§ Work item:
Extract, without alteration, each line from the start of the listing to the line bearing "hoisting limit, no".

§ Recorded information:
"""Performance figures for rigplan.

Usage::

    python benchmarks/run.py [--json] [--repeat N] [--no-tui]

Every figure is the median of repeated runs on this machine (``--repeat``,
default 5), except ``tui_record_p95_ms``, the 95th percentile over 50
recorded joints.  JSON keys (one per figure; ``null`` when a figure cannot
be measured, with the reason under ``messages``):

``plan_ms_100``, ``plan_ms_1000``, ``plan_ms_10000``
    :func:`rigplan.engine.planner.plan_landing` on a rated synthetic string of that
    many joints that must be floated: the open-ended run is over the
    hoisting limit, no float equipment is planned, so the planner tries
    float collars on the top screen joint and the three joints above it,
    each with three fill fluids (12 options: fill window, fill schedule,
    empty-run check and, for the feasible ones, the full pressure-area run
    and its check).
``plan_staged_ms_1000``
    A 1,000-joint plan whose limit floating cannot meet: every float option
    fails and the staged search runs.
``loop_ratio_1000``
    Plain-Python per-joint, per-step reference (``benchmarks/reference.py``)
    over ``rigplan.engine.axial.running_loads`` on the same 1,000-joint case, timed
    in the same run; ``engine_agreement`` checks both give the same numbers
    within 1e-9 relative.
``sweep_s_100k``
    :func:`rigplan.engine.sweep.sweep_landing`, 100,000 scenarios on a 200-joint
    string.
``tui_start_s``
    Cold start of the terminal app to its first frame: a fresh
    ``python -c`` that imports ``rigplan.tui.app``, builds the app on the
    demo job and runs it headless; timed from a timestamp taken just before
    the process is started to the first screen update.
``tui_record_p95_ms``
    Pilot: a 550-joint plan with 500 joints already in its run log; the
    record key ``r`` then Enter, 50 times; time from the Enter that commits
    the joint to the first screen update that shows it.

Every string here is invented for timing: the section sizes are common
casing and screen diameters, the materials are the library's (weights and
ratings from ``rigplan.engine.rating.rate_joints``), the tally lengths are random.
"""

from __future__ import annotations

import argparse
import json
import math
import os
import platform
import shutil
import statistics
import subprocess
import sys
import tempfile
import time
from pathlib import Path

_HERE = Path(__file__).resolve().parent
for _p in (str(_HERE.parent), str(_HERE)):
    if _p not in sys.path:
        sys.path.insert(0, _p)

import numpy as np  # noqa: E402

from benchmarks import reference  # noqa: E402
from rigplan.engine.stringmodel import G, Closure, Hole, JointArrays  # noqa: E402

#: Carbon steel density for the synthetic plain-end weights [kg/m^3].
STEEL_DENSITY = 7850.0

#: Targets of the performance issue: figure -> (comparison, value).
TARGETS = {
    "plan_ms_1000": ("<=", 20.0),
    "plan_ms_10000": ("<=", 1000.0),
    "loop_ratio_1000": (">=", 30.0),
    "sweep_s_100k": ("<=", 2.0),
    "tui_start_s": ("<=", 1.0),
    "tui_record_p95_ms": ("<=", 50.0),
}


# ---------------------------------------------------------------------------
# Timing harness
# ---------------------------------------------------------------------------

def median_seconds(fn, repeat=5, warmup=1):
    """Median wall time [s] of ``repeat`` calls of ``fn()`` after ``warmup``
    untimed calls, with :func:`time.perf_counter`."""
    for _ in range(warmup):
        fn()
    times = []
    for _ in range(max(1, repeat)):
        t0 = time.perf_counter()
        fn()
        times.append(time.perf_counter() - t0)
    return statistics.median(times)


# ---------------------------------------------------------------------------
# Synthetic strings
# ---------------------------------------------------------------------------

# (kind, od [m], bore [m], air weight per length [N/m] or None for plain-end
# steel, tally length range [m]).  Sizes: 8-5/8 in and 12-3/4 in casing,
# wire-wrapped screens on 8-5/8 in base pipe; the screen weight per length is
# an invented round figure.
_BOTTOM_BLANK = ("blank", 0.2191, 0.2027, None, (5.80, 6.25))
_SCREEN = ("screen", 0.2191, 0.2027, 330.0, (2.90, 6.10))
_REDUCER = ("reducer", 0.3239, 0.2027, 1400.0, (0.55, 0.75))
_TOP_BLANK = ("blank", 0.3239, 0.3049, None, (5.80, 6.25))


def synthetic_string(n, seed=0):
    """A casing-and-screen string of ``n`` joints, bottom first: a sump of
    blank pipe, alternating screen and blank sections, blank pipe up to a
    reducer, then larger pump-chamber casing to the floor.  Lengths [m] are
    drawn per joint (tally variation); blank weights [N] from the plain-end
    formula ``rho_s g pi/4 (D^2 - d^2) L`` with a few per cent for couplings."""
    if n < 1:
        raise ValueError("a string needs at least one joint")
    rng = np.random.default_rng(seed)
    layout = []
    sump = max(1, n // 50)
    screened = max(0, (3 * n) // 10)
    top = max(0, n // 4)
    reducer = 1 if n >= 4 else 0
    lower = n - sump - screened - top - reducer
    layout += [_BOTTOM_BLANK] * sump
    # screens in sections of 4 to 12 joints with a blank joint between them
    placed = 0
    while placed < screened:
        run = min(int(rng.integers(4, 13)), screened - placed)
        layout += [_SCREEN] * run
        placed += run
        if placed < screened and lower > 0:
            layout.append(_BOTTOM_BLANK)
            lower -= 1
    layout += [_BOTTOM_BLANK] * lower
    layout += [_REDUCER] * reducer
    layout += [_TOP_BLANK] * top
    layout = layout[:n]
    while len(layout) < n:
        layout.append(_TOP_BLANK)

    kinds, od, bore, weight, length = [], [], [], [], []
    for kind, d_o, d_i, w_per_m, (lo, hi) in layout:
        ln = float(rng.uniform(lo, hi))
        if w_per_m is None:
            w_per_m = (STEEL_DENSITY * G * math.pi / 4 * (d_o ** 2 - d_i ** 2)
                       * float(rng.uniform(1.02, 1.05)))
        kinds.append(kind)
        od.append(d_o)
        bore.append(d_i)
        length.append(ln)
        weight.append(w_per_m * ln)
    nan = np.full(n, np.nan)
    return JointArrays(
        label=tuple(f"J{i + 1}" for i in range(n)), kind=tuple(kinds),
        length=np.array(length), od=np.array(od), bore=np.array(bore),
        weight=np.array(weight), collapse_rating=nan.copy(),
        burst_rating=nan.copy(), body_rating=nan.copy(),
        connection_rating=nan.copy(),
    )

§ Response area:
"""Performance figures for rigplan.

Usage::

    python benchmarks/run.py [--json] [--repeat N] [--no-tui]

Every figure is the median of repeated runs on this machine (``--repeat``,
default 5), except ``tui_record_p95_ms``, the 95th percentile over 50
recorded joints.  JSON keys (one per figure; ``null`` when a figure cannot
be measured, with the reason under ``messages``):

``plan_ms_100``, ``plan_ms_1000``, ``plan_ms_10000``
    :func:`rigplan.engine.planner.plan_landing` on a rated synthetic string of that
    many joints that must be floated: the open-ended run is over the
    hoisting limit, no float equipment is planned, so the planner tries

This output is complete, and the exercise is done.